Waste not, recycle more
13 Nov 2002
The UK will fail to meet its EU commitments to waste management targets unless the government accelerates its review of waste strategy, the Engineering Employers Federation has warned.
While the Chancellor of the Exchequer is rumoured to be considering an increase in landfill tax to boost recycling, the EEF urges that any money raised by such an increase should be reinvested in new waste management technologies and infrastructure.
The government is thinking short-term, which will not help it tackles the issues, says EEF director of operational policy, Mike McKiernan. 'While industry fully accepts the use of targets as an important part of enforcing legislation and encouraging environmental benefits, they will fail without the necessary infrastructure, economic incentives and government leadership,' he says. 'Raising taxes, including the landfill tax, would mean little without these and other issues being factored into government thinking.'
In a submission to the House of Commons Audit Committee on Waste Management, the EEF says that the UK needs a collection system to handle re-use and recycling of waste materials.

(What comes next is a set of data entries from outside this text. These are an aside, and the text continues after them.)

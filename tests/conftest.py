"""Published values for the tests: rows of the tables in tests/reference."""

import csv
import re
from pathlib import Path

import pytest
from hypothesis import settings

REFERENCE = Path(__file__).parent / "reference"

settings.register_profile("suite", deadline=None, derandomize=True, print_blob=True)
settings.load_profile("suite")


def rows_of(table: str, prefix: str = "") -> list[dict[str, str]]:
    """Return the rows of tests/reference/values/<table>.csv whose id starts with the prefix."""
    with (REFERENCE / "values" / f"{table}.csv").open(newline="", encoding="utf-8") as stream:
        return [row for row in csv.DictReader(stream) if row["id"].startswith(prefix)]


def numbers_in(text: str) -> dict[str, float]:
    """Return the ``name=number`` pairs of an ``inputs`` cell."""
    return {name: float(value) for name, value in re.findall(r"(\w+)=([-+]?[\d.]+(?:e[-+]?\d+)?)", text)}


@pytest.fixture(scope="session")
def reference_dir() -> Path:
    """Folder of published values."""
    return REFERENCE


def pytest_generate_tests(metafunc: pytest.Metafunc) -> None:
    """Give a test marked ``rows(table, prefix)`` one case per published row, by its id."""
    mark = metafunc.definition.get_closest_marker("rows")
    if mark is not None:
        rows = [row for prefix in mark.args[1:] or ("",) for row in rows_of(mark.args[0], prefix)]
        assert rows, f"no rows in {mark.args}"
        metafunc.parametrize("row", rows, ids=[row["id"] for row in rows])


@pytest.fixture
def inputs(row: dict[str, str]) -> dict[str, float]:
    """The numbers in a row's ``inputs`` cell."""
    return numbers_in(row["inputs"])


@pytest.fixture
def expected(row: dict[str, str]) -> float:
    """A row's published or independently computed value."""
    return float(row["expected"])
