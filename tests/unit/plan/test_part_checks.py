"""Is a part that cannot be made, or hardly, found?"""

from __future__ import annotations

from dataclasses import replace

import pytest

from layout.instrument import Bridge, Compensation, Listed, Nut, ParallelScale, SlottingTemplate
from layout.plan.make import make_plan
from layout.plan.part_checks import PART_CHECKS, notch_gaps_mm, steepest_fret


def found(instrument):
    plan = make_plan(instrument)
    return {finding.code: finding for check in PART_CHECKS for finding in check(plan)}


def listed(nut, saddle=(0.0,) * 6):
    return Compensation(Listed(tuple(nut)), Listed(tuple(saddle)))


def test_an_ordinary_job_has_none_of_these(six, parlour, fan) -> None:
    for job in (six, parlour, fan, replace(six, template=SlottingTemplate())):
        assert found(job) == {}


def test_a_template_needs_square_frets(fan) -> None:
    job = replace(fan, template=SlottingTemplate())
    plan = make_plan(job)
    # The steepest fret lies furthest from the square one: the last.
    assert steepest_fret(plan) == 24
    finding = found(job)["template-needs-square-frets"]
    assert finding.severity == "error"
    assert finding.fret == 24
    assert finding.unit == "degrees"
    assert finding.amount < -5
    assert set(found(job)) == {"template-needs-square-frets"}


@pytest.mark.parametrize(("notch", "severity"), [(9.7, None), (9.9, "warning"), (12.0, "error")])
def test_notches_leave_two_millimetres(six, notch, severity) -> None:
    job = replace(six, template=SlottingTemplate(notch))
    # By hand: frets 19 and 20 of 628.65 mm are 628.65 (2^(-19/12) - 2^(-20/12)) = 11.774 apart.
    apart = 628.65 * (2 ** (-19 / 12) - 2 ** (-20 / 12))
    assert notch_gaps_mm(make_plan(job))[-1] == pytest.approx(apart - notch, abs=1e-9)
    findings = found(job)
    if severity is None:
        assert findings == {}
        return
    finding = findings["notches-too-close"]
    assert (finding.severity, finding.fret) == (severity, 20)
    assert finding.amount == pytest.approx(apart - notch, abs=1e-9)
    assert ("no template is drawn" in finding.text) == (severity == "error")


def test_the_first_notch_is_close_to_zero_s(six) -> None:
    job = replace(six, scale=ParallelScale(100.0), template=SlottingTemplate(5.0))
    gaps = notch_gaps_mm(make_plan(job))
    assert gaps[0] == pytest.approx(100 * (1 - 2 ** (-1 / 12)) - 5, abs=1e-9)


@pytest.mark.parametrize(("shift", "count"), [(2.99, 0), (3.01, 1), (-3.01, 1)])
def test_a_large_nut_shift(six, shift, count) -> None:
    finding = found(replace(six, compensation=listed((0, 0, shift, 0, 0, 0)))).get(
        "nut-shift-large"
    )
    assert (finding is not None) == bool(count)
    if finding:
        assert finding.severity == "warning"
        assert finding.string == 3
        assert finding.amount == pytest.approx(shift)


def test_half_a_kerf_is_no_shift(six) -> None:
    job = replace(six, compensation=listed((3.2,) * 6), nut=Nut(zero="kerf"))
    assert "nut-shift-large" not in found(job)  # 3.2 less half of 0.58


def test_a_step_through_the_whole_nut(six) -> None:
    nut = Nut(fit="trim", thickness_mm=2.0)
    finding = found(replace(six, nut=nut, compensation=listed((2.5, 0.2, 1, 1, 1, 1))))
    assert finding["nut-too-thin"].severity == "error"
    assert finding["nut-too-thin"].string == 2
    assert finding["nut-too-thin"].amount == pytest.approx(0.3)
    assert found(replace(six, nut=nut, compensation=listed((2.1, 0.2, 1, 1, 1, 1)))) == {}


@pytest.mark.parametrize(("travel", "short"), [(2.1, False), (1.5, True)])
def test_bridge_pieces_reach_every_setback(six, travel, short) -> None:
    job = replace(
        six,
        bridge=Bridge("separate", travel),
        compensation=listed((0,) * 6, (1, 2.5, 1.2, 1.5, 2.2, 3)),
    )
    findings = found(job)
    assert ("bridge-travel-too-short" in findings) == short
    if short:
        assert findings["bridge-travel-too-short"].amount == pytest.approx(0.5)
        assert findings["bridge-travel-too-short"].severity == "warning"


def test_codes_read_as_words_and_texts_say_what_to_do(six) -> None:
    job = replace(six, compensation=listed((6, 0, 0, 0, 0, -4)), nut=Nut(fit="trim"))
    findings = found(job)
    assert set(findings) == {"nut-shift-large", "nut-too-thin"}
    for finding in findings.values():
        assert finding.text.endswith(".")
        assert finding.unit == "mm"
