from dataclasses import replace

import numpy as np
import pytest

from layout.findings import Assumed, Finding
from layout.geometry.surface import Surface
from layout.instrument import Board, Compensation, Listed, Nut, ShortStart, Sides, Tooling
from layout.plan.make import make_plan

SHIFTS = (0.1, -0.2, 0.3, 0.4, 0.5, 0.6)


def listed(job, **nut):
    return replace(job, compensation=Compensation(Listed(SHIFTS), "none"), nut=Nut(**nut))


def test_trimming_ends_the_board_at_the_largest_shift(six):
    plan = make_plan(listed(six, fit="trim"))
    assert plan.ends.face_mm == 0.6
    assert plan.ends.file_back_mm == pytest.approx([0.5, 0.8, 0.3, 0.2, 0.1, 0.0], abs=1e-12)
    assert plan.ends.overhang_mm.tolist() == [0.0] * 6
    assert plan.board.face.at_centre_mm == 0.6
    assert plan.board.wood_mm[0, 0] == pytest.approx(0.6, abs=1e-12)


def test_overhanging_edges_reach_over_the_board_s_end(six):
    plan = make_plan(listed(six, fit="overhang"))
    assert plan.ends.face_mm == 0.0
    assert plan.ends.overhang_mm == pytest.approx([0.1, 0.0, 0.3, 0.4, 0.5, 0.6], abs=1e-12)
    assert plan.ends.file_back_mm == pytest.approx([0.0, 0.2, 0.0, 0.0, 0.0, 0.0], abs=1e-12)
    assert plan.board.wood_mm[0, 0] == pytest.approx(0.0, abs=1e-12)


def test_a_saw_line_on_zero_puts_the_face_half_a_kerf_on(six):
    job = replace(six, nut=Nut(zero="kerf"), tooling=Tooling("saw", kerf_mm=(0.6, 0.6)))
    plan = make_plan(job)
    assert plan.ends.nut_shift_mm.tolist() == [0.3] * 6
    assert plan.ends.nut_mm[:, 0] == pytest.approx(0.3, abs=1e-4)
    assert plan.ends.face_mm == 0.3
    assert plan.board.wood_mm[0, 0] == pytest.approx(0.3, abs=1e-12)
    assert not plan.ends.file_back_mm.any()
    assert not plan.ends.overhang_mm.any()
    # The frets are still counted from x = 0.
    assert plan.frets.at_centre_mm[11] == pytest.approx(314.325, abs=1e-9)


def test_behind_a_zero_fret_the_board_runs_on_for_the_nut(parlour):
    plan = make_plan(replace(parlour, nut=Nut(zero="fret", thickness_mm=5.0)))
    assert plan.board.nut_end.at_centre_mm == pytest.approx(-7.0, abs=1e-12)
    assert plan.board.face.at_centre_mm == 0.0
    assert plan.height_at_nut_mm.tolist() == [0.0] * 6
    assert plan.ends.nut_mm[:, 0].tolist() == [0.0] * 6


def test_points_where_the_strings_leave(parlour):
    plan = make_plan(parlour)
    strings, ends = plan.strings, plan.ends
    moved = strings.nut_mm + ends.nut_shift_mm[:, None] * strings.direction
    assert ends.nut_mm == pytest.approx(moved, abs=1e-12)
    moved = strings.bridge_mm + ends.setback_mm[:, None] * strings.direction
    assert ends.saddle_mm == pytest.approx(moved, abs=1e-12)
    rise = plan.height_at_saddle_mm - plan.height_at_nut_mm
    run = strings.scale_mm + ends.setback_mm - ends.nut_shift_mm
    assert plan.speaking_mm == pytest.approx(np.hypot(run, rise), abs=1e-9)


def test_speaking_lengths_without_heights_are_those_in_plan(banjo):
    strings = (*banjo.strings[:4], replace(banjo.strings[4], starts_at=ShortStart(5, 3.0)))
    job = replace(banjo, heights=None, compensation=Compensation(), strings=strings)
    plan = make_plan(job)
    assert plan.speaking_mm[:4] == pytest.approx(plan.strings.scale_mm[:4], abs=1e-9)
    assert plan.speaking_mm[4] == pytest.approx(plan.strings.scale_mm[4] + 3.0, abs=1e-9)
    assert plan.pitch is None


def test_short_strings_have_a_nut_of_their_own(banjo):
    plan = make_plan(replace(banjo, compensation=Compensation("each", "straight", None, 1, 12)))
    assert plan.ends.nut_shift_mm[4] != 0
    assert (plan.ends.file_back_mm[4], plan.ends.overhang_mm[4]) == (0.0, 0.0)


def test_loads_are_those_of_the_strings_as_tuned(parlour):
    plan = make_plan(parlour)
    assert plan.loads.total_n == pytest.approx(plan.loads.tension_n.sum(), rel=1e-15)
    assert plan.loads.total_n == pytest.approx(670.0, abs=20)
    far = make_plan(replace(parlour, compensation=Compensation("none", Sides(8.0, 8.0))))
    grown = (636.65 / 628.65) ** 2
    assert far.loads.share_of_break / plan.loads.share_of_break == pytest.approx(
        far.loads.tension_n / plan.loads.tension_n, rel=1e-12
    )
    assert far.loads.tension_n[0] / plan.loads.tension_n[0] == pytest.approx(grown, rel=0.01)


def test_one_unknown_string_leaves_the_sum_unknown(parlour, six):
    assert make_plan(six).loads.total_n is None
    mixed = replace(parlour, strings=(six.strings[0], *parlour.strings[1:]))
    plan = make_plan(replace(mixed, compensation=Compensation()))
    assert plan.loads.total_n is None
    assert np.isfinite(plan.loads.tension_n[1:]).all()
    assert plan.pitch is None


def test_what_was_assumed_and_found_before_goes_on(parlour):
    note = Finding("some-note", "note", "Something.")
    said = Assumed("paper.size", "A4")
    plan = make_plan(replace(parlour, assumed=(said,), findings=(note,), tooling=None))
    assert plan.findings[0] == note
    assert plan.assumed[0] == said
    assert plan.assumed[-1].key == "tooling"
    assert "tooling" not in [item.key for item in make_plan(parlour).assumed]


def test_the_plan_holds_what_its_parts_say(parlour):
    plan = make_plan(parlour)
    assert plan.fretted.all()
    assert plan.cut.finished_mm == pytest.approx(0.60, abs=1e-12)
    assert float(plan.surface.radius_mm(0.0)) == pytest.approx(305.0, abs=1e-9)
    assert make_plan(replace(parlour, board=Board())).surface == Surface((0, 0, 0), flat=True)


def test_left_handed_work_has_the_same_numbers(fan):
    right, left = make_plan(fan), make_plan(replace(fan, hand="left"))
    np.testing.assert_array_equal(right.board.wood_mm, left.board.wood_mm)
    np.testing.assert_array_equal(right.frets.met_mm, left.frets.met_mm)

It also needs to adjust its attitudes to waste. There is an increasing trend to define industrial by-products as waste, it says, which puts up administrative and legal barriers to their use.
Moreover, it says, the government and EU 'need to be realistic about what level and type of recycling is achievable', which would make sure that targets, when set, are achievable. This would avoid the current problem of companies being told that their wastes cannot be recycled because 'there is no market for that material at present'.